_BRIEF_: Every line below that holds the string "refused" must be copied.

_DATA TO USE_:
=-=-=

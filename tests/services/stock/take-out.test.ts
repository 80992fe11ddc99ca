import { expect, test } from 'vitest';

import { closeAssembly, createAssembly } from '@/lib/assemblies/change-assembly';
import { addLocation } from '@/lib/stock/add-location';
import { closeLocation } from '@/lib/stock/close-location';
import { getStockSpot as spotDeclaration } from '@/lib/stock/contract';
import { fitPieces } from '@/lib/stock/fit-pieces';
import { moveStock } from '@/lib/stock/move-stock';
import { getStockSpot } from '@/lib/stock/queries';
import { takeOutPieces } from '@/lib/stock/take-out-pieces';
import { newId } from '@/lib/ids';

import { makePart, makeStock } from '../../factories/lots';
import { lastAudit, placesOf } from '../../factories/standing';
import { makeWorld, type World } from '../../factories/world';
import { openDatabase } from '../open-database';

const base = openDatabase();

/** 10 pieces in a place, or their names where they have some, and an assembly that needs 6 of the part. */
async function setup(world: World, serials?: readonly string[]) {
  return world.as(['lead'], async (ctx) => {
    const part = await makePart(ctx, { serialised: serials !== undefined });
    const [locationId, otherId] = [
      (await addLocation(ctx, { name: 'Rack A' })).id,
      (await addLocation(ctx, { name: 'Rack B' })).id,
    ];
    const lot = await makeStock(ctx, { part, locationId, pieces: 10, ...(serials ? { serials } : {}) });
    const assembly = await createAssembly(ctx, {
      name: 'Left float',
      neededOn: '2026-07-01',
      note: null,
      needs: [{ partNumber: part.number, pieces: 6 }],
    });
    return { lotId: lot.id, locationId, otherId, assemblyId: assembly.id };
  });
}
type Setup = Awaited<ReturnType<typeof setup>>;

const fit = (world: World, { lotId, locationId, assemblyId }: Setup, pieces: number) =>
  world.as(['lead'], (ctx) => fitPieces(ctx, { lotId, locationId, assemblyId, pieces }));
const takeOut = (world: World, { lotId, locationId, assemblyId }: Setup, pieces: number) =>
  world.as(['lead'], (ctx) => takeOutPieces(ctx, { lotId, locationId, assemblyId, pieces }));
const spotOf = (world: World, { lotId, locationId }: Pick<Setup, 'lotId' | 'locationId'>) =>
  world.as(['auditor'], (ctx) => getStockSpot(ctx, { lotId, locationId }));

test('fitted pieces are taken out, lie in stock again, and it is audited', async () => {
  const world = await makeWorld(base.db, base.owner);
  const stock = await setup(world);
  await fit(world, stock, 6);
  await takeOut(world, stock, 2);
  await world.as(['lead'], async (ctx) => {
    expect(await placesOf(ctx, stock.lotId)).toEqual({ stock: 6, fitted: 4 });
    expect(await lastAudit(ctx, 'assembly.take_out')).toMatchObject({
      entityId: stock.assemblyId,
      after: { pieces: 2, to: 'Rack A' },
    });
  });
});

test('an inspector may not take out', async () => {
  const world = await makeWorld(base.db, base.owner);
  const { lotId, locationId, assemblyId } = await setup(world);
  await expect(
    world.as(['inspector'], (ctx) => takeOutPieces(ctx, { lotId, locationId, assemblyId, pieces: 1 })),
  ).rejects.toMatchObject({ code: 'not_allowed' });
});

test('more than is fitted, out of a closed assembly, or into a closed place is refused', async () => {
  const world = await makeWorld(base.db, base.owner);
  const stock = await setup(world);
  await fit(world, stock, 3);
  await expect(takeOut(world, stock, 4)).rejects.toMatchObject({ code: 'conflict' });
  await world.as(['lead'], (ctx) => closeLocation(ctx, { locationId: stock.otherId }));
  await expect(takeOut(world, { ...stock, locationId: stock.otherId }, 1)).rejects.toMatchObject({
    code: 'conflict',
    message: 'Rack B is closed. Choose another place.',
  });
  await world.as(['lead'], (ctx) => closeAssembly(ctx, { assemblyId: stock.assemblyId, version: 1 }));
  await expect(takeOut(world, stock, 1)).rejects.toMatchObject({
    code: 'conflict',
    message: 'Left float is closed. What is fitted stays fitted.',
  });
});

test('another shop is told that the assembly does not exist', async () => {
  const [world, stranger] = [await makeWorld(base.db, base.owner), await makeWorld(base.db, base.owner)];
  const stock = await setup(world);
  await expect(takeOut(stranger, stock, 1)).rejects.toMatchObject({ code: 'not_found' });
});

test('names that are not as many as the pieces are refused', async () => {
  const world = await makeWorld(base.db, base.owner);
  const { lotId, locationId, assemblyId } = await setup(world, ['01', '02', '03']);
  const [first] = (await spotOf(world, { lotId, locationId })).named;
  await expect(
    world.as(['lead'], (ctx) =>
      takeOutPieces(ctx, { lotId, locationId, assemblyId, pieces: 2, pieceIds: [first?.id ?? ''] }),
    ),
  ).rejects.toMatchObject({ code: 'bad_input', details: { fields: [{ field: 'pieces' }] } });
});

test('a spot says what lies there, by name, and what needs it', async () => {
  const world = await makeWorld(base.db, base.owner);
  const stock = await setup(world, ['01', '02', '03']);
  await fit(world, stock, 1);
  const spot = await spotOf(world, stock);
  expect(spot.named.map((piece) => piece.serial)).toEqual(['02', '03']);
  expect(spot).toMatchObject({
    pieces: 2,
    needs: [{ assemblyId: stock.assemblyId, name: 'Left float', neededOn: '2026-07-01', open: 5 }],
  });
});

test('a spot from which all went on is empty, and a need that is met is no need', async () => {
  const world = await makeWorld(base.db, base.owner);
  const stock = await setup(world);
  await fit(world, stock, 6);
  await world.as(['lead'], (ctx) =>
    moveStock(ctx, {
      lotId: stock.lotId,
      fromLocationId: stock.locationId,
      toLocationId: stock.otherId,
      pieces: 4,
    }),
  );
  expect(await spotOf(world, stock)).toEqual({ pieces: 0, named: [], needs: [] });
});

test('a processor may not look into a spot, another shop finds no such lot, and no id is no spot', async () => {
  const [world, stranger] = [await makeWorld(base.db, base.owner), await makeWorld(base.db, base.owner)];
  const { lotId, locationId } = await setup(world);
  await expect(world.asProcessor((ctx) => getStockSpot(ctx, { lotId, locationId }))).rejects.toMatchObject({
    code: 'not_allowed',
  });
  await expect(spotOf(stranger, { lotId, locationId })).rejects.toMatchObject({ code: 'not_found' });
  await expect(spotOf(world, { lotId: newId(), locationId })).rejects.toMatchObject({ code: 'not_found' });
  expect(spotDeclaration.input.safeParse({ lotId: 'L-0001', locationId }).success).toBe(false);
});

=-=-=

_SOLUTION TO THE PROBLEM_:
test('more than is fitted, out of a closed assembly, or into a closed place is refused', async () => {
test('names that are not as many as the pieces are refused', async () => {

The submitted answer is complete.